R&AN: Beyond robotics, what commercial deployments or pilots can you share? Are there adoption metrics – customers, deployments, partnerships, or revenue growth indicators – that illustrate traction?
DC: Kardome has successfully transitioned from R&D to commercial scale by securing deep integrations with OEMs and Tier-1 manufacturers, most notably establishing a stronghold in the Asian electronics and automotive markets.
Their proprietary “Spatial Hearing” technology is now deployed in over 11 million devices globally, a figure driven by strategic partnerships with industry giants like LG Electronics (integrating into Smart TVs and appliances), KT Corporation (powering voice control for the Genie TV set-top box) and SK Intellix: Deployed in the “NAMUHX” air-purifier robot, showcasing the tech’s ability to handle motor noise and movement while maintaining voice accuracy.
In the automotive sector, Kardome has achieved critical validation through its integration into Panasonic Automotive’s SkipGen2 infotainment system and Nvidia’s Drive AGX platform, while also collaborating with the Renault Group on the H1st Vision concept car.
This commercial traction is backed by significant financial and operational growth, including a $10 million Series A round led by Korea Investment Partners with strategic backing from the Hyundai Motor Group, and the establishment of a regional headquarters in Seoul to directly support its primary supply chain partners.
R&AN: We see Nvidia, Tesla, Figure AI and others discussing “physical AI” as the next computing platform. Where does Spatial Hearing AI fit within that emerging ecosystem, and how do you expect voice-driven interaction with machines to evolve over the next 3-5 years?

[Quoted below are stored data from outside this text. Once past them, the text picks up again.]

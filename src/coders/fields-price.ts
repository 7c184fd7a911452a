import type { FieldPlan } from '../models/field-plan.ts';
import { FieldPredictor } from '../models/field-predictor.ts';
import { codePart } from '../models/field-records.ts';
import { ExactFieldTables, type TokenWriter } from '../models/field-tables.ts';
import { Meter } from '../stages/meter.ts';
import { fieldChoiceText } from '../symbols/field-choice.ts';
import type { SymbolSequence } from '../symbols/sequence.ts';
import type { Price, Setup } from './contract.ts';
import { recordCountOf } from './fields-records.ts';
import type { FieldsSettings } from './fields-settings.ts';
import { adaptiveTablesFor, startsAtMessages, tablesFor } from './fields-tables.ts';

function writerFor(
  settings: FieldsSettings,
  setup: Setup,
): { plan: FieldPlan; tables: TokenWriter } {
  if (setup.policy !== 'shipped') return adaptiveTablesFor(settings, setup);
  const { plan, weights } = tablesFor(setup, 'shipped');
  return { plan, tables: new ExactFieldTables(plan, weights) };
}

/**
 * Code lengths by the same record step as the encoder's, each field into a meter of its own; static
 * tables enter with their smoothed counts instead of quantised frequencies. There is no fit: the
 * class has no best member.
 */
export function fieldsPrice(
  settings: FieldsSettings,
  sequence: SymbolSequence,
  setup: Setup,
): Price {
  const { plan, tables } = writerFor(settings, setup);
  const { layout } = plan;
  const bytes = sequence.symbols as Uint8Array;
  const predictor = new FieldPredictor(plan);
  const meters = plan.choices.map(() => new Meter());
  const fieldBits = new Float64Array(plan.partCount);
  const messageIdealBits = new Float64Array(sequence.messageEnds.length);
  let idealBits = 0;
  let at = 0;
  for (let message = 0; message < messageIdealBits.length; message++) {
    const to = sequence.messageEnds[message];
    recordCountOf(to - at, layout);
    if (startsAtMessages(setup)) {
      predictor.start();
      tables.reset();
    }
    for (; at < to; at += layout.bytes) {
      layout.takeApart(bytes, at, predictor.values);
      for (let part = 0; part < meters.length; part++)
        codePart(predictor, tables, part, meters[part]);
      predictor.advance();
    }
    let bits = 0;
    for (let part = 0; part < meters.length; part++) {
      const own = meters[part].takeBits();
      fieldBits[part] += own;
      bits += own;
    }
    messageIdealBits[message] = bits;
    idealBits += bits;
  }
  const perField = layout.names.map((name, part) => ({
    name,
    idealBits: fieldBits[part],
    choice: fieldChoiceText(plan.choices[part]),
  }));
  return { idealBits, messageIdealBits, perField };
}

DC: Kardome’s technology is highly relevant to Physical AI because it addresses a fundamental challenge: providing machines with a crucial “sense” – hearing – that is accurate, spatially aware, and contextual, even in complex, real-world environments.
Spatial Hearing AI: The ‘Ears’ for Physical AI
Physical AI relies on the perception of the environment. Kardome’s Spatial Hearing AI gives devices the auditory equivalent of human sight, making it a critical sensor for systems that need to operate in the physical world.
Cognition AI: Contextual Understanding for Action
Physical AI systems must not just hear, but understand what they hear within the context of the physical world they are in. The Cognition AI takes the clean audio input and couples it with the spatial information to understand the intent. This allows for fluid, natural interaction, which is a hallmark of true Physical AI.
Kardome bridges the gap between raw audio signals and intelligent physical action. By providing human-level spatial hearing and contextual understanding on the Edge, Kardome enables Physical AI devices to transition from being simple voice-controlled gadgets to truly aware and responsive agents in the physical world.